You should familiarize yourself with expressions, frields and operators when creating a Firewall Rule (aka Custom Rule). Those won’t change with the new WAF.

1 Like

Now this has a much better chance of performing as expected. I hope Googlebot stops complaining, and if it doesn’t, you’d need to check again the Security Events to see if any other service might be inadvertently blocking it.

Yes thank you.

BTW, if i am using URI full, do I need to include the full root URL string: mysitedotcom/freecarcheck as an example?

I have read your comments several times and it appears to be so.

You’re welcome.

Using URI Full with equals operator is rarely the best option.

When you use a URI field in the Expression it gives you an example of what that field would be matching against.

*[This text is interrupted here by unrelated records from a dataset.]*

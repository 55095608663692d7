"""Connection throughput: Dubins and Reeds-Shepp shortest paths per second.

Swathe connects a whole batch of random pose pairs in one vectorised call
(:func:`~kinematics.plan.dubins.shortest`, :func:`~kinematics.plan.reeds_shepp.shortest`).
The baseline
is OMPL's ``DubinsStateSpace`` / ``ReedsSheppStateSpace`` ``distance`` called from Python one
pair per call, timed on the same pairs in the same run (baseline ``None`` without OMPL).
Target: Swathe's batch throughput at least OMPL's.
"""

from __future__ import annotations

import sys
import time
from pathlib import Path

import numpy as np

if __name__ == "__main__":
    sys.path.insert(0, str(Path(__file__).resolve().parent.parent))

from kinematics.plan import dubins, reeds_shepp

RADIUS_M = 1.0


def _pairs(n: int, seed: int = 0, near_m: float | None = None
           ) -> tuple[np.ndarray, np.ndarray]:
    """Random start/goal pairs on a 20 m square; goals within ``near_m`` per axis if given."""
    rng = np.random.default_rng(seed)
    a = np.c_[rng.uniform(-10, 10, (n, 2)), rng.uniform(-np.pi, np.pi, n)]
    b = np.c_[rng.uniform(-10, 10, (n, 2)), rng.uniform(-np.pi, np.pi, n)]
    if near_m is not None:
        b[:, :2] = a[:, :2] + rng.uniform(-near_m, near_m, (n, 2))
    return a, b


def _best_of(fn, repeats: int) -> float:
    best = np.inf
    for _ in range(repeats):
        t0 = time.perf_counter()
        fn()
        best = min(best, time.perf_counter() - t0)
    return best


def _ompl_seconds(space_name: str, a: np.ndarray, b: np.ndarray, repeats: int
                  ) -> float | None:
    try:
        from ompl import base as ob
    except ImportError:
        return None
    space = getattr(ob, space_name)(RADIUS_M)
    s0, s1 = space.allocState(), space.allocState()
    rows = [(tuple(p), tuple(q)) for p, q in zip(a.tolist(), b.tolist())]

    def loop() -> None:
        for (x0, y0, t0), (x1, y1, t1) in rows:
            s0.setX(x0)
            s0.setY(y0)
            s0.setYaw(t0)
            s1.setX(x1)
            s1.setY(y1)
            s1.setYaw(t1)
            space.distance(s0, s1)

    return _best_of(loop, repeats)


def run(quick: bool) -> list[dict]:
    """Connections per second for Swathe (one batch call) and OMPL (one call per pair).

    Pairs spread over a 20 m square (radius 1 m) give the headline rows; a second set with
    goals within 3 radii of their start, where more Reeds-Shepp families are feasible and
    have to be evaluated, is reported beside them.
    """
    n = 2_000 if quick else 10_000
    repeats = 3 if quick else 5
    rows = []
    for suffix, near in (("", None), (", goals within 3 r", 3.0 * RADIUS_M)):
        a, b = _pairs(n, seed=0 if near is None else 1, near_m=near)
        for label, mod, space in (("dubins", dubins, "DubinsStateSpace"),
                                  ("reeds-shepp", reeds_shepp, "ReedsSheppStateSpace")):
            mod.shortest(a[:10], b[:10], RADIUS_M)  # warm caches and imports
            ours = n / _best_of(lambda mod=mod, a=a, b=b: mod.shortest(a, b, RADIUS_M),
                                repeats)
            t_ompl = _ompl_seconds(space, a, b, repeats)
            base = None if t_ompl is None else n / t_ompl
            rows.append({"name": f"{label} connections{suffix}", "value": ours, "unit": "1/s",
                         "baseline": base, "ratio": None if base is None else ours / base,
                         "target": ">= 1"})
    return rows


if __name__ == "__main__":
    quick = "--quick" in sys.argv[1:]
    for row in run(quick):
        print(row)
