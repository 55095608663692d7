"""Invented benchmark scenes: a big generated warehouse, and the timing helpers every bench uses.

The warehouse is an invented 100 x 60 m hall (common practice for a mid-size distribution
building): a 0.3 m outer wall, narrow aisles of 1.9 m between back-to-back pallet racking
(rows 1.1 m deep, bays 0.8 m wide), a 5 m cross aisle along y = 30 m that the benchmark route
drives, and octagonal upright guards on the aisle side of every third upright. That makes
3,000 rack bays and ~20,000 solid edges. The "small" plan keeps only the walls and the bays
and guards next to the cross aisle (the clutter the route sees); the "annex" plan adds a
second hall of the same racking east of the first (~50,000 edges). All three share the route.

Timing: every figure is the median of runs interleaved with its baseline (``interleaved``),
reported with min and max, so load on a shared machine hits both sides alike.
"""

from __future__ import annotations

import json
import math
import statistics
import time
from collections.abc import Callable
from pathlib import Path

HALL_X_M, HALL_Y_M = 100.0, 60.0
WALL_M = 0.3
ROW_DEPTH_M = 1.1
BAY_M = 0.8
AISLE_M = 1.9
CROSS_Y0_M, CROSS_Y1_M = 27.5, 32.5  # the cross aisle the route drives
GUARD_R_M = 0.12

CHASSIS = {"name": "bench tug", "drive": "differential",
           "footprint": [[-0.3, -0.3], [0.6, -0.3], [0.6, 0.3], [-0.3, 0.3]],
           "margin_m": 0.05, "wheel_radius_m": 0.1, "track_m": 0.5,
           "max_speed_mps": 1.2, "max_accel_mps2": 0.5, "max_wheel_rate_radps": 14.0,
           "max_lateral_accel_mps2": 0.5}


def _rect(x0: float, y0: float, x1: float, y1: float) -> list[list[float]]:
    return [[round(x0, 4), round(y0, 4)], [round(x1, 4), round(y0, 4)],
            [round(x1, 4), round(y1, 4)], [round(x0, 4), round(y1, 4)]]


def _octagon(cx: float, cy: float, r: float) -> list[list[float]]:
    return [[round(cx + r * math.cos(math.pi / 8 + k * math.pi / 4), 4),
             round(cy + r * math.sin(math.pi / 8 + k * math.pi / 4), 4)] for k in range(8)]


def _racking(x_from: float, x_to: float, near_only: bool) -> list[dict]:
    """Back-to-back rack rows running in y, in the two halves either side of the cross aisle."""
    out: list[dict] = []
    pitch = 2 * ROW_DEPTH_M + AISLE_M
    halves = ((1.2, CROSS_Y0_M), (CROSS_Y1_M, HALL_Y_M - 1.2))
    x = x_from
    pair = 0
    while x + 2 * ROW_DEPTH_M <= x_to:
        for side, xr in enumerate((x, x + ROW_DEPTH_M)):
            for h, (ya, yb) in enumerate(halves):
                n = int((yb - ya) / BAY_M)
                for k in range(n):
                    y0 = ya + k * BAY_M
                    near = (h == 0 and k == n - 1) or (h == 1 and k == 0)
                    if near_only and not near:
                        continue
                    label = f"rack {pair:02d}{'AB'[side]}{'SN'[h]}-{k:02d}"
                    out.append({"points": _rect(xr, y0, xr + ROW_DEPTH_M, y0 + BAY_M - 0.02),
                                "label": label})
                    # Upright guards on the aisle face, every third upright.
                    if k % 3 == 0:
                        gx = xr - GUARD_R_M - 0.02 if side == 0 else \
                            xr + ROW_DEPTH_M + GUARD_R_M + 0.02
                        out.append({"points": _octagon(gx, y0 + 0.05, GUARD_R_M),
                                    "label": "upright guard"})
        x += pitch
        pair += 1
    return out


def warehouse_dict(kind: str = "full") -> dict:
    """The ``*.floor.json`` object of the generated warehouse.

    ``kind``: ``"small"`` (walls and the cross-aisle clutter only), ``"full"`` (the 100 x 60 m
    hall) or ``"annex"`` (the hall and a 150 m annex of the same racking to the east).
    """
    x_end = HALL_X_M if kind != "annex" else HALL_X_M + 150.0
    walls = [{"points": [[0, 0], [x_end, 0], [x_end, HALL_Y_M], [0, HALL_Y_M], [0, 0]],
              "thickness_m": WALL_M}]
    obstacles = _racking(2.0, x_end - 2.0, near_only=(kind == "small"))
    return {"swathe_floorplan": 1, "name": f"generated warehouse ({kind})", "walls": walls,
            "obstacles": obstacles, "doors": []}


def cross_aisle_waypoints(n: int = 40) -> list[list[float]]:
    """A gentle meander along the cross aisle from x = 4 m to x = 96 m."""
    yc = 0.5 * (CROSS_Y0_M + CROSS_Y1_M)
    return [[round(4.0 + 92.0 * k / (n - 1), 4), round(yc + 0.6 * math.sin(0.9 * k), 4)]
            for k in range(n)]


def project_dict(floor_file: str, waypoints: list[list[float]], turn_radius_m: float = 1.0
                 ) -> dict:
    return {"swathe_project": 1, "floorplan": floor_file, "chassis": dict(CHASSIS),
            "routes": [{"name": "cross aisle", "waypoints": waypoints,
                        "turn_radius_m": turn_radius_m}]}


def write_scene(folder: Path, kind: str, waypoints: list[list[float]] | None = None) -> Path:
    """Write ``<kind>.floor.json`` and ``<kind>.swathe.json`` into ``folder``; the project."""
    folder.mkdir(parents=True, exist_ok=True)
    (folder / f"{kind}.floor.json").write_text(json.dumps(warehouse_dict(kind)))
    proj = folder / f"{kind}.swathe.json"
    proj.write_text(json.dumps(project_dict(f"{kind}.floor.json",
                                            waypoints or cross_aisle_waypoints())))
    return proj


def edge_count(fp_dict: dict) -> int:
    """Solid edges of a floor-plan object: polygon sides of obstacles and of wall outlines."""
    from kinematics.files.floorplan import floorplan_from_dict, solids

    fp = floorplan_from_dict(fp_dict, "<scene>")
    n = 0
    for s in solids(fp):
        g = s.geometry
        n += len(g.exterior.coords) - 1 + sum(len(r.coords) - 1 for r in g.interiors)
    return n


# -- timing ---------------------------------------------------------------------------------
def interleaved(fns: dict[str, Callable[[], object]], rounds: int, warm: int = 1
                ) -> dict[str, list[float]]:
    """Seconds of each function over ``rounds`` rounds, the functions taking turns in every
    round (so a burst of load on the machine hits all of them)."""
    for _ in range(warm):
        for fn in fns.values():
            fn()
    out: dict[str, list[float]] = {k: [] for k in fns}
    for _ in range(rounds):
        for k, fn in fns.items():
            t0 = time.perf_counter()
            fn()
            out[k].append(time.perf_counter() - t0)
    return out


def spread(xs: list[float], scale: float = 1.0) -> str:
    """``min/median/max`` of ``xs`` times ``scale``, for the spread column."""
    return (f"{min(xs) * scale:.4g}/{statistics.median(xs) * scale:.4g}/"
            f"{max(xs) * scale:.4g}")


def row(name: str, value: float, unit: str, baseline: float | None = None,
        ratio: float | None = None, target: str | None = None, ok: bool | None = None,
        spread_txt: str = "") -> dict:
    """One result row for ``bench/run.py``; ``ok`` is the verdict against ``target``."""
    return {"name": name, "value": value, "unit": unit, "baseline": baseline, "ratio": ratio,
            "target": target, "ok": ok, "spread": spread_txt}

Here you see examples for the URI Full field:

That means a URI Full match (using URI Full with equals operator) will include a query string, if present. So if you match against the full URI with the equals operator, it would be easily bypass-able by adding a random query string. Instead, you can use the contains operator.

If using contains is not a good option, such as if you want to match a string that is part of your domain name (contains "example" for domain example.com would match all requests!), you can use other URI fields, such as URI (same as URI Full but without the “http(s)://” and the hostname), or the URI Path or URI Query.

Depending on what you want to accomplish, you may or may not want to have the full content of the field in your rule. A combination of the operator used (equals, not equals, contains, is in, etc.) with the content you provide will determine the match.

1 Like

I’ve learned a huge amount from your contributions. I am very grateful as I have been struggling so much. Thank you for all of your help.

Here is my final expression that Google seem to have accepted. The rules are active, and Google can crawl site pages now.

1 Like

This topic was automatically closed 3 days after the last reply. New replies are no longer allowed.